Bei mir hat die Bekämpfung der Killerzellen meines Immunsystems geholfen, da diese den Embryo fälschlicherweise angegriffen hatten. Zudem wurden die Gerinnungsstörungen behandelt. Ich habe selbst darauf geachtet, positiv auf meine Eizellenqualität einzuwirken.

Letztlich habe ich an meinem persönlichen Gemütszustand gearbeitet, um den Stress sowie den Zustand von Angst und Panik zu reduzieren. Denn dies kann auch Auswirkung auf die Hormone und das reproduktive System haben. Diese Veränderungen führten zu meiner ersten erfolgreichen Schwangerschaft.

Heute helfen Sie anderen Frauen mit einem Ratgeber und ihrer Kinderwunsch-Therapie. Wie kam Ihnen die Idee dazu?

Dies hat sich alles im Laufe der Zeit entwickelt. Ich hatte am Anfang die Facebook-Gruppe «Kinderwunsch-Ladies» gegründet, um mich selbst mit Gleichgesinnten auszutauschen. Dort konnte ich über meine Erfahrungen berichten und wurde von anderen Frauen oftmals nach Rat und Unterstützung gefragt.

Diese Anfragen häuften sich und ich konnte sie nicht mehr einzeln beantworten. Deshalb hatte ich die Idee, einen kostenlosen Ratgeber für alle Interessierten zu verfassen. Mittlerweile konnte ich mit meinem kostenlosen Ratgeber sowie mit meiner 1:1-Betreuung und einem Gruppenprogramm zahlreichen Paaren zu ihrem Wunschkind verhelfen. 

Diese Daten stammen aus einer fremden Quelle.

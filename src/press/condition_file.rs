//! Printing conditions in TOML files: the same fields as the built-in
//! conditions, percent for every ink figure, CIELAB D50 for the aims.
//!
//! ```toml
//! name = "house-press"                # optional, defaults to the file stem
//! description = "our sheetfed press"  # optional
//! tac = 320                           # total ink limit, percent (100–400)
//! min_dot = 2                         # smallest printable dot, percent (optional, default 2)
//! yule_nielsen_n = 2.0                # 1–10
//! black_surface = 1.0                 # first-surface reflection, percent of paper (0–20)
//!
//! [tvi]                               # tone value increase at 50 %, percent (0–30)
//! cyan = 14
//! magenta = 14
//! yellow = 14
//! black = 17
//!
//! [ink_film]                          # g/m² at 100 % (optional; 0–5)
//! cyan = 1.1
//! magenta = 1.1
//! yellow = 1.1
//! black = 1.2
//!
//! [black_generation]                  # optional; percent except shape
//! gcr = 50
//! black_start = 20
//! black_max = 95
//! shape = 2.0
//! uca = 0
//!
//! [aims]                              # CIELAB D50 [L*, a*, b*]
//! paper = [95.0, 0.0, -2.0]
//! cyan = [55.0, -37.0, -50.0]
//! magenta = [48.0, 74.0, -3.0]
//! yellow = [89.0, -5.0, 93.0]
//! black = [16.0, 0.0, 0.0]
//! red = [47.0, 68.0, 48.0]            # magenta + yellow
//! green = [50.0, -65.0, 27.0]         # cyan + yellow
//! blue = [24.0, 22.0, -46.0]          # cyan + magenta
//! three_colour = [23.0, 0.0, 0.0]     # cyan + magenta + yellow
//! ```
//!
//! A condition fitted to measurements (`platesmith fit`) adds `source` (the
//! data it was fitted to), `[black_overprints]` (the seven primaries printed
//! with black, CIELAB D50, which then replace the overprint rule: keys
//! `cyan_black`, `magenta_black`, `blue_black`, `yellow_black`,
//! `green_black`, `red_black`, `three_colour_black`), `[measured]` (the
//! measured CIELAB at those builds and the nine aims, from the data, for
//! `conditions show`) and `[correction]`, the
//! lattice of CIELAB offsets fitted to the residuals of the physical model
//! (see [`super::correction`]):
//!
//! ```toml
//! [correction]
//! cyan = [0.0, 10.0, 20.0, 100.0]     # node levels per ink, percent, 0 first, 100 last
//! magenta = [0.0, 50.0, 100.0]
//! yellow = [0.0, 100.0]
//! black = [0.0, 100.0]
//! values = [[0.1, -0.2, 0.05], ...]  # ΔL*, Δa*, Δb* per node, black varying fastest
//! ```
//!
//! Unknown keys are errors (a misspelt key must not be silently ignored);
//! every error names the file, the key, the line and the allowed range.

use super::{AIM_NAMES, Aims, Axis, BLACK_OVERPRINT_NAMES, Correction, DEFAULT_INK_FILM, ModelParams, PrintingCondition, builtin};
use crate::colour::Lab;
use crate::error::{Error, Result};
use crate::settings::{BlackGeneration, InkEcho, Origin, Percent, Setting};
use serde::Deserialize;
use std::fmt::Write as _;
use std::ops::Range;
use std::path::Path;
use toml::Spanned;

type Num = Spanned<f64>;
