/// The a*b* chart: the press gamut's outline at several lightness levels
/// (largest printable chroma per hue) and the out-of-gamut source colours.
fn ab_chart(inspection: &Inspection, separator: &Separator) -> String {
    const LEVELS: [f64; 5] = [25.0, 40.0, 55.0, 70.0, 85.0];
    const SHADES: [&str; 5] = ["#1d2b3a", "#35506b", "#50779a", "#7d9fbf", "#b0c6da"];
    let gamut = separator.gamut();
    let outlines: Vec<Vec<(f64, f64)>> = LEVELS
        .iter()
        .map(|&l| {
            (0..120)
                .map(|k| {
                    let h = k as f64 * 3.0;
                    let c = gamut.max_chroma(l, h);
                    (c * h.to_radians().cos(), c * h.to_radians().sin())
                })
                .collect()
        })
        .collect();
    let reach = outlines
        .iter()
        .flatten()
        .chain(inspection.out_of_gamut_labs.iter().map(|l| (l.a, l.b)).collect::<Vec<_>>().iter())
        .fold(60.0f64, |m, &(a, b)| m.max(a.abs()).max(b.abs()));
    let r = ((reach * 1.05) / 20.0).ceil() * 20.0;
    let size = 460.0;
    let c0 = size / 2.0;
    let scale = (size / 2.0 - 30.0) / r;
    let px = |a: f64, b: f64| (c0 + a * scale, c0 - b * scale);
    let mut s = String::new();
    let _ = write!(
        s,
        "<svg xmlns='http://www.w3.org/2000/svg' width='{}' height='{size}' viewBox='0 0 {} {size}' role='img' aria-label='a*b* chart'>",
        size + 200.0,
        size + 200.0
    );
    let mut g = -r;
    while g <= r + 1e-9 {
        let (x, _) = px(g, 0.0);
        let (_, y) = px(0.0, g);
        let _ = write!(
            s,
            "<line x1='{x:.1}' x2='{x:.1}' y1='30' y2='{:.1}' stroke='#ece6d8'/><line y1='{y:.1}' y2='{y:.1}' x1='30' x2='{:.1}' stroke='#ece6d8'/>",
            size - 30.0,
            size - 30.0
        );
        if g.abs() > 1e-9 {
            let _ = write!(
                s,
                "<text x='{x:.1}' y='{:.1}' font-size='10' text-anchor='middle' fill='#5b6470'>{g:.0}</text>",
                c0 + 13.0
            );
            let _ = write!(
                s,
                "<text x='{:.1}' y='{:.1}' font-size='10' text-anchor='end' fill='#5b6470'>{g:.0}</text>",
                c0 - 4.0,
                y + 3.0
            );
        }
        g += 20.0;
    }
    let _ = write!(
        s,
        "<line x1='30' x2='{:.1}' y1='{c0}' y2='{c0}' stroke='#8a8f96'/><line y1='30' y2='{:.1}' x1='{c0}' x2='{c0}' stroke='#8a8f96'/>",
        size - 30.0,
        size - 30.0
    );
    let _ = write!(
        s,
        "<text x='{:.1}' y='{:.1}' font-size='12' fill='#22262b'>a*</text><text x='{:.1}' y='24' font-size='12' fill='#22262b'>b*</text>",
        size - 26.0,
        c0 + 4.0,
        c0 + 6.0
    );
    let srgb = RgbSpace::Srgb.converter();
    for lab in &inspection.out_of_gamut_labs {
        let (x, y) = px(lab.a, lab.b);
        let c = srgb.from_lab(*lab).0.map(|v| (v.clamp(0.0, 1.0) * 255.0).round() as u8);
        let _ = write!(
            s,
            "<circle cx='{x:.1}' cy='{y:.1}' r='2.6' fill='{}' stroke='#22262b' stroke-width='0.5'/>",
            hex(c)
        );
    }
    for (k, outline) in outlines.iter().enumerate() {
        let pts: Vec<String> = outline
            .iter()
            .map(|&(a, b)| {
                let (x, y) = px(a, b);
                format!("{x:.1},{y:.1}")
            })
            .collect();
        let _ = write!(
            s,
            "<polygon points='{}' fill='none' stroke='{}' stroke-width='1.8'/>",
            pts.join(" "),
            SHADES[k]
        );
    }
    let lx = size + 8.0;
    let _ = write!(
        s,
        "<text x='{lx}' y='44' font-size='12' font-weight='600' fill='#22262b'>press gamut at</text>"
    );
    for (k, l) in LEVELS.iter().enumerate() {
        let y = 62.0 + k as f64 * 20.0;
        let _ = write!(
            s,
            "<line x1='{lx}' x2='{}' y1='{y}' y2='{y}' stroke='{}' stroke-width='3'/><text x='{}' y='{}' font-size='12' fill='#22262b'>L* {l:.0}</text>",
            lx + 26.0,
            SHADES[k],
            lx + 32.0,
            y + 4.0
        );
    }
    let y = 62.0 + LEVELS.len() as f64 * 20.0 + 10.0;
    let _ = write!(
        s,
        "<circle cx='{}' cy='{y}' r='4' fill='#c8642a' stroke='#22262b' stroke-width='0.5'/><text x='{}' y='{}' font-size='12' fill='#22262b'>out-of-gamut</text><text x='{}' y='{}' font-size='12' fill='#22262b'>source colours ({})</text>",
        lx + 13.0,
        lx + 32.0,
        y + 4.0,
        lx + 32.0,
        y + 20.0,
        inspection.out_of_gamut_labs.len()
    );
    s.push_str("</svg>");
    s
}

/// The page. `de_png` and `ink_png` are the maps as PNG bytes.
pub fn page(inspection: &Inspection, separator: &Separator, de_png: Option<&[u8]>, ink_png: &[u8]) -> String {
    let r = &inspection.report;
    let mut h = String::with_capacity(1 << 20);
    header(&mut h, r);
    figures(&mut h, r);
    maps(&mut h, r, de_png, ink_png);
    distributions(&mut h, inspection, separator);
    regions(&mut h, r);
    plates(&mut h, r);
    rules(&mut h, r);
    settings(&mut h, r);
    notes(&mut h, r);
    let _ = writeln!(h, "<p class='note'>{}</p></main></body></html>", escape(r.note));
    h
}

/// The title, the line under it, the verdict and the prediction note.
fn header(h: &mut String, r: &InspectReport) {
    let file_name = std::path::Path::new(&r.file)
        .file_name()
        .map(|n| n.to_string_lossy().to_string())
        .unwrap_or_else(|| r.file.clone());
    let _ = write!(
        h,
        "<!DOCTYPE html><html lang='en'><head><meta charset='utf-8'><meta name='viewport' content='width=device-width, initial-scale=1'><title>Inspection of {}</title><style>{STYLE}</style></head><body><main>",
        escape(&file_name)
    );
    let _ = write!(h, "<h1>{}</h1>", escape(&file_name));
    let _ = write!(
        h,
        "<p class='sub'>{} · {} × {} px · {} × {} ppi · for {} · {} · source {}</p>",
        if r.kind == "rgb" { "RGB" } else { "CMYK" },
        r.width,
        r.height,
        r.resolution_ppi[0],
        r.resolution_ppi[1],
        escape(&r.condition),
        escape(&r.settings.separation.intent_phrase()),
        escape(&r.source)
    );
    let failed: Vec<&str> = r.rules.iter().filter(|o| o.failed).map(|o| o.rule.as_str()).collect();
    if r.pass {
        let _ = write!(h, "<span class='verdict pass'>PASSES its rules</span>");
    } else {
        let _ = write!(h, "<span class='verdict fail'>FAILS: {}</span>", escape(&failed.join(", ")));
    }
    let _ = write!(h, "<p class='note'>{}</p>", escape(r.note));
}

/// The key figures, one box each.
fn figures(h: &mut String, r: &InspectReport) {
    h.push_str("<h2>Figures</h2><div class='figures'>");
    let fig = |h: &mut String, value: String, what: &str| {
        let _ = write!(
            h,
            "<div class='figure'><b>{}</b><span>{}</span></div>",
            escape(&value),
            escape(what)
        );
    };
    if let Some(g) = &r.gamut {
        fig(h, format!("{:.2}", g.mean_de), "mean ΔE2000");
        fig(h, format!("{:.2}", g.p95_de), "95th percentile ΔE2000");
        fig(h, format!("{:.2}", g.max_de), "largest ΔE2000");
        for o in &g.over {
            fig(
                h,
                format!("{:.2} %", o.fraction * 100.0),
                &format!("of the image over ΔE {}", o.threshold),
            );
        }
        fig(
            h,
            format!("{:.2} %", g.outside_fraction * 100.0),
            &format!("of the image more than ΔE {} outside the press gamut", g.threshold),
        );
    }
    fig(
        h,
        format!("{:.1} %", r.tac.max),
        &format!("largest total ink (limit {} %)", r.tac.limit),
    );
    fig(h, format!("{:.1} %", r.tac.p99), "total ink, 99th percentile");
    fig(h, format!("{:.1} %", r.tac.mean), "mean total ink");
    fig(
        h,
        format!("{:.3} %", r.tac.over_fraction * 100.0),
        "of the image over the ink limit",
    );
    fig(h, format!("{}", r.regions_total), "regions found");
    fig(
        h,
        format!("{:.2} kg", r.ink_use.run_total_kg),
        &format!("ink for {} copies", r.ink_use.copies),
    );
    h.push_str("</div>");
}

/// The ΔE and total ink maps, embedded as PNG.
fn maps(h: &mut String, r: &InspectReport, de_png: Option<&[u8]>, ink_png: &[u8]) {
    h.push_str("<h2>Maps</h2><div class='maps'>");
    if let Some(png) = de_png {
        let _ = write!(
            h,
            "<figure><img alt='ΔE2000 map' src='data:image/png;base64,{}'><figcaption>ΔE2000 between the source colour and its printed colour, over a muted copy of the predicted print. Numbered boxes are the largest regions the press cannot reach (source colours more than the region threshold outside its gamut; up to 40 per map), numbered as in the table below.</figcaption></figure>",
            base64(png)
        );
    }
    let _ = write!(
        h,
        "<figure><img alt='total ink map' src='data:image/png;base64,{}'><figcaption>Total ink (largest in each map pixel); hatched where it is over the limit of {} %. Boxes: over-ink and rich-black-detail regions.</figcaption></figure>",
        base64(ink_png),
        r.tac.limit
    );
    h.push_str("</div>");
}

/// The histograms and, with ΔE, the a*b* chart of the press gamut.
fn distributions(h: &mut String, inspection: &Inspection, separator: &Separator) {
    let r = &inspection.report;
    h.push_str("<h2>Distributions</h2><div class='charts'>");
    if let (Some(hist), Some(g)) = (&inspection.de_hist, &r.gamut) {
        h.push_str(&de_histogram(hist, &r.settings.de_thresholds, g.p95_de));
    }
    h.push_str(&ink_histogram(&inspection.tac_hist, r.tac.limit));
    h.push_str("</div>");
    if r.gamut.is_some() {
        h.push_str("<h2>Press gamut and out-of-gamut colours (CIELAB a*b*)</h2><div class='charts'>");
        h.push_str(&ab_chart(inspection, separator));
        h.push_str("</div>");
    }
}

Was ist Ihr Geheimtipp, um schwanger zu werden?

Es ist wichtig, stets nach der Ursache zu suchen und nicht nur die Symptome zu bekämpfen. Unser Reproduktionssystem ist komplex und hängt von vielschichtigen Faktoren ab. Deshalb ist es effektiver, wenn die Ursache vollumfänglich untersucht wird. Andernfalls kann das Problem in einer anderen Form und Stelle erneut auftreten. Zudem sollte man aufhören nach der Wunderpille zu suchen, denn die existiert nicht. Meist muss eine Kombination von Faktoren behandelt werden, damit man fruchtbar wird. 

Was würden Sie anderen unfreiwillig kinderlosen Personen weitergeben? 

Gebt nicht auf, werdet aktiv, sucht selbst nach Ursachen und vernachlässigt nicht euren Kopf. Am Ende war es jede Anstrengung Wert, wenn ihr dann euer Wunschkind in den Armen halten könnt.